Director's Dealing Classification · 95% confidence The document is explicitly titled 'Form 8.3 - The Vanguard Group, Inc.: Takeaway.com N.V.' and references 'Rule 8.3 of the Takeover Code (the "Code")'. This form is a 'PUBLIC OPENING POSITION DISCLOSURE/DEALING DISCLOSURE BY A PERSON WITH INTERESTS IN RELEVANT SECURITIES REPRESENTING 1% OR MORE' related to an offer involving Takeaway.com N.V. and Just Eat plc. This type of disclosure relates to insider dealings or significant ownership changes during a takeover or merger scenario. Among the provided codes, 'Director's Dealing (DIRS)' covers personal share transactions by executives, and 'M&A Activity (TAR)' covers merger proposals or takeover bids. Since this is a mandatory disclosure related to a potential takeover (indicated by the reference to the Takeover Code and the involvement of two companies in a potential transaction), it most closely aligns with disclosures surrounding M&A activity, although it is specifically an insider/major shareholder disclosure.

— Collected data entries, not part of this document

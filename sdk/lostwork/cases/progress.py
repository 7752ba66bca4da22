"""A line of progress on stderr, for what takes more than a second and is watched by someone."""

from __future__ import annotations

import sys
import threading
from types import TracebackType
from typing import Any

__all__ = ["Progress"]

_PATIENCE = 1.0


class Progress:
    """Called with how much is done, how much there is and what comes next; shows it after 1 s.

    Nothing is shown, and nothing is imported, where stderr is no terminal.
    """

    def __init__(self) -> None:
        self._watched = sys.stderr.isatty()
        self._changing = threading.Lock()
        self._now = (0, 1, "")
        self._bar: Any = None
        self._task: Any = None
        self._timer: threading.Timer | None = None
        self._over = False

    def __enter__(self) -> Progress:
        if self._watched:
            self._timer = threading.Timer(_PATIENCE, self._show)
            self._timer.daemon = True
            self._timer.start()
        return self

    def __call__(self, done: int, total: int, what: str) -> None:
        """Take note of where the work stands."""
        with self._changing:
            self._now = (done, total, what)
            if self._bar is not None:
                self._bar.update(self._task, completed=done, total=total, description=what)

    def __exit__(
        self,
        kind: type[BaseException] | None,
        error: BaseException | None,
        trace: TracebackType | None,
    ) -> None:
        if self._timer is not None:
            self._timer.cancel()
        with self._changing:
            self._over = True
            if self._bar is not None:
                self._bar.stop()

    def _show(self) -> None:
        from rich.console import Console  # noqa: PLC0415 - only where it is watched
        from rich.markup import escape  # noqa: PLC0415
        from rich.progress import BarColumn, MofNCompleteColumn, TextColumn  # noqa: PLC0415
        from rich.progress import Progress as Bar  # noqa: PLC0415

        with self._changing:
            if self._over:
                return
            done, total, what = self._now
            self._bar = Bar(
                BarColumn(bar_width=24),
                MofNCompleteColumn(),
                TextColumn("{task.description}", markup=False),
                console=Console(stderr=True),
                transient=True,
            )
            self._task = self._bar.add_task(escape(what), total=total, completed=done)
            self._bar.start()
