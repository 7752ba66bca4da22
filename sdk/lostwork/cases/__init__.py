"""Cases: a plant written down in a file, and the command that audits it.

Nothing is imported here, so that ``lostwork --help`` answers at once.
"""
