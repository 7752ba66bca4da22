"""The layout of a case file: its tables and what each field takes.

```toml
[case]
title = "Compressed-air station"
backend = "coolprop"

[surroundings]
T = "15 degC"
p = "1.013 bar"

[fluids.air]
components = "air"

[streams.suction]
fluid = "air"
T = "20 degC"
p = "1 bar"
rate = "2 kg/s"

[steps.compressor]
type = "compression"
inlet = "suction"
p_out = "7 barg"
isentropic_efficiency = 0.78
```

Quantities stay as written here; they are read where the state or the step is made.
"""

from __future__ import annotations

from collections.abc import Mapping
from typing import Annotated, Any, Literal

from pydantic import (
    AfterValidator,
    BaseModel,
    BeforeValidator,
    ConfigDict,
    Field,
    ValidationError,
    ValidationInfo,
)

from lostwork.cases.problems import Problems, nearest
from lostwork.errors import CaseError, CompositionError, FieldError, QuantityError

__all__ = [
    "PROPERTIES",
    "CaseTable",
    "ChargeTable",
    "FluidTable",
    "Layout",
    "StreamTable",
    "read_layout",
]

PROPERTIES = ("T", "p", "v", "rho", "h", "s", "u", "quality")
"""Properties by two of which a state is given."""

_OWN_WORDS = ("self", "fluid", "backend", "basis")
_EXPECTED = {
    "string_type": "expected text in quotes",
    "bool_type": "expected true or false",
    "dict_type": "expected a table",
    "model_type": "expected a table",
    "model_attributes_type": "expected a table",
    "list_type": "expected a list",
}
_NEEDED_TABLES = {
    "surroundings": 'expected the temperature and pressure outside, for example T = "15 degC" and '
    'p = "1.013 bar"',
    "fluids": "expected a table [fluids.NAME] for each fluid",
    "steps": "expected a table [steps.NAME] for each step, at least one",
}


def _quantity_text(value: Any, info: ValidationInfo) -> Any:
    if _is_number_or_text(value):
        return value
    raise QuantityError(
        field=info.field_name or "field",
        value=f"{value!r:.60}",
        expected="a text of a number and a unit, or a list of these",
        example='"20 degC"',
    )


def _is_number_or_text(value: Any) -> bool:
    if isinstance(value, list):
        return bool(value) and all(_is_number_or_text(entry) for entry in value)
    return isinstance(value, str | int | float) and not isinstance(value, bool)


def _one_line(text: str, info: ValidationInfo) -> str:
    if text.isprintable():
        return text
    raise _bad_text(info, text, "one line of printable text")


def _printable(text: str, info: ValidationInfo) -> str:
    # A case comes from anywhere; what it says must not steer the terminal.
    if all(character.isprintable() or character in "\n\t" for character in text):
        return text
    raise _bad_text(info, text, "printable text")


def _bad_text(info: ValidationInfo, text: str, expected: str) -> FieldError:
    name = info.field_name or "field"
    return FieldError(process="case", problems=((name, f"expected {expected}, got {text!r:.60}"),))


def _composition(value: Any) -> Any:
    if isinstance(value, str) and value.strip():
        return value
    if not isinstance(value, dict) or not value:
        raise CompositionError(
            composition=f"{value!r:.60}",
            reason='expected a name such as "air", or a table such as '
            "{nitrogen = 0.78, oxygen = 0.22}",
        )
    for name, fraction in value.items():
        if isinstance(fraction, bool) or not isinstance(fraction, int | float):
            raise CompositionError(
                composition=f"{value!r:.120}", reason=f"the fraction of {name!r} is no number"
            )
    return value


def _options(value: Any) -> Any:
    if isinstance(value, dict):
        inner = [entry for entry in value.values() if isinstance(entry, dict)]
        for options in (value, *inner):
            for word in _OWN_WORDS:
                if word in options and not isinstance(options[word], dict):
                    text = f"{word!r} is no option of a backend; expected it outside of options"
                    raise FieldError(process="fluid", problems=(("options", text),))
    return value


Given = Annotated[Any, BeforeValidator(_quantity_text)]
Line = Annotated[str, AfterValidator(_one_line)]
Text = Annotated[str, AfterValidator(_printable)]


class _Table(BaseModel):
    model_config = ConfigDict(frozen=True, extra="forbid", strict=True)


class CaseTable(_Table):
    """``[case]``: what the case is, and what holds where a table says nothing else."""

    title: Line = ""
    note: Text = ""
    backend: Line | None = None
    """Of every fluid that names none."""
    closing: Given = None
    """Error of the instruments, for every step that takes one and states none."""
    agreement: Given = None
    """Fraction within which a stated stream and the outlet that it closes a loop with agree."""


class SurroundingsTable(_Table):
    """``[surroundings]``: T0 and p0; p0 is also the barometer for gauge pressures."""

    T: Given
    p: Given


class FluidTable(_Table):
    """``[fluids.NAME]``.

    An option that is a table holds options for the backend of that name and is left out under
    every other backend.  Plain options are for the backend that the file itself states.
    `instead_of` names, for a backend that cannot model this fluid, the one to take instead.
    """

    components: Annotated[Any, BeforeValidator(_composition)]
    basis: Literal["amount", "mass"] = "amount"
    backend: Line | None = None
    options: Annotated[dict[str, Any], BeforeValidator(_options)] = Field(default_factory=dict)
    instead_of: dict[str, str] = Field(default_factory=dict)
    note: Text = ""


class _MatterTable(_Table):
    fluid: Line
    T: Given = None
    p: Given = None
    v: Given = None
    rho: Given = None
    h: Given = None
    s: Given = None
    u: Given = None
    quality: Given = None
    zero: Literal["common", "backend"] = "common"
    velocity: Given = None
    elevation: Given = None
    note: Text = ""

    @property
    def properties(self) -> dict[str, Any]:
        """The properties given, as written."""
        given = {name: getattr(self, name) for name in PROPERTIES}
        return {name: value for name, value in given.items() if value is not None}


class StreamTable(_MatterTable):
    """``[streams.NAME]``: a fluid, two properties, and a rate (or a mass, for a batch).

    A loop is cut at a stream whose state is stated; `closes` names the outlet that is this stream
    come back, and the audit compares the two.
    """

    closes: Line | None = None

    rate: Given = None
    mass: Given = None


class ChargeTable(_MatterTable):
    """``[charges.NAME]``: a fluid, two properties, and how much of it stands inside."""

    mass: Given = None
    amount: Given = None
    volume: Given = None


class Layout(_Table):
    """A whole case file; steps are checked against their process types afterwards."""

    case: CaseTable = Field(default_factory=CaseTable)
    surroundings: SurroundingsTable
    fluids: dict[str, FluidTable] = Field(default_factory=dict)
    streams: dict[str, StreamTable] = Field(default_factory=dict)
    charges: dict[str, ChargeTable] = Field(default_factory=dict)
    steps: dict[str, dict[str, Any]] = Field(min_length=1)


_GROUPS = ("fluids", "streams", "charges", "steps")
_TABLES: dict[str, type[BaseModel]] = {
    "case": CaseTable,
    "surroundings": SurroundingsTable,
    "fluids": FluidTable,
    "streams": StreamTable,
    "charges": ChargeTable,
}
_EXPECTED_NAME = (
    "expected a name that begins with a letter or a digit, is printable, has no dot and at most "
    "120 characters"
)
_EXAMPLES = {
    "T": 'a temperature, for example "15 degC"',
    "p": 'an absolute pressure, for example "1.013 bar"',
    "components": 'a name such as "air", or a table of fractions',
    "fluid": "the name of a fluid from [fluids]",
}


def read_layout(tables: Mapping[str, Any], file: str) -> Layout:
    """Check the tables of a case.

    Raises
    ------
    CaseError
        Lists every table, field or name that is wrong.
    """
    try:
        layout = Layout.model_validate(dict(tables))
    except ValidationError as error:
        found = tuple(_in_our_words(entry) for entry in error.errors())
        raise CaseError(file=file, problems=found) from error
    problems = Problems(file)
    _check_names(layout, problems)
    problems.require_none()
    return layout


def _in_our_words(entry: Any) -> tuple[str, str, str]:
    """Give table, field and text of what pydantic found."""
    place = [str(part) for part in entry["loc"]]
    kind = entry["type"]
    if kind == "extra_forbidden":
        return _not_known(place)
    if kind in ("missing", "too_short") and len(place) == 1:
        said = "is empty" if kind == "too_short" else "is missing"
        return place[0], "", f"this table {said}; {_NEEDED_TABLES[place[0]]}"
    table, field = _table_and_field(place)
    return table, field, _said_of(entry, field)


def _said_of(entry: Any, field: str) -> str:
    kind, context = entry["type"], entry.get("ctx", {})
    cause, got = context.get("error"), f"got {entry['input']!r:.60}"
    if isinstance(cause, FieldError):
        return cause.problems[0][1]
    if cause is not None:
        return str(cause).removeprefix(f"{field}: ")
    if kind == "missing":
        return f"is missing; expected {_EXAMPLES.get(field, 'a value')}"
    if kind == "literal_error":
        return f"expected {context['expected']}, {got}"
    return f"{_EXPECTED.get(kind, entry['msg'])}, {got}"


def _table_and_field(place: list[str]) -> tuple[str, str]:
    depth = 2 if place[0] in _GROUPS else 1
    return ".".join(place[:depth]), ".".join(place[depth:])


def _not_known(place: list[str]) -> tuple[str, str, str]:
    *table, field = place
    if not table:
        tables = ", ".join(f"[{name}]" for name in Layout.model_fields)
        return "", "", f"{field!r} is no table of a case; expected {tables}"
    known = _TABLES[table[0]].model_fields
    return ".".join(table), field, f"is no field of this table; {nearest(field, known)}"


def _check_names(layout: Layout, problems: Problems) -> None:
    """Streams, charges and steps share one name space; a reference must mean one thing."""
    seen: dict[str, str] = {}
    for group in ("fluids", "streams", "charges", "steps"):
        for name in getattr(layout, group):
            table = f"{group}.{name}"
            if not _is_name(name):
                shown = "".join(c if c.isprintable() else "?" for c in name)
                problems.add(f"{group}.{shown:.60}", "", _EXPECTED_NAME)
            if group == "fluids":
                continue
            if name in seen:
                problems.add(
                    table,
                    "",
                    f"the name is taken by [{seen[name]}.{name}]; expected a name of its own, "
                    "since streams, charges and steps are referred to by name alone",
                )
            seen.setdefault(name, group)


def _is_name(name: str) -> bool:
    # A name goes into tables and spreadsheets, where "=" or "-" in front would be a formula.
    legal = name.isprintable() and name == name.strip() and "." not in name and len(name) <= 120
    return legal and (name[:1].isalnum() or name[:1] == "_")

However, the core subject is the disclosure of interests/dealings in securities relevant to a takeover bid. Given the options, 'Director's Dealing (DIRS)' is the closest fit for reporting personal transactions/holdings by an interested party, even if the context is a takeover. If 'TAR' (M&A Activity) is interpreted broadly to include all mandatory disclosures during a bid, it could fit, but DIRS specifically covers dealing disclosures by interested parties. Since the document is a specific regulatory disclosure about holdings/dealings during a potential takeover, and there is no specific code for 'Takeover Disclosure Form 8.3', we must choose the best fit. Form 8.3 is fundamentally about disclosing interests/dealings. Therefore, DIRS is the most appropriate classification for a dealing disclosure, even if the context is M&A.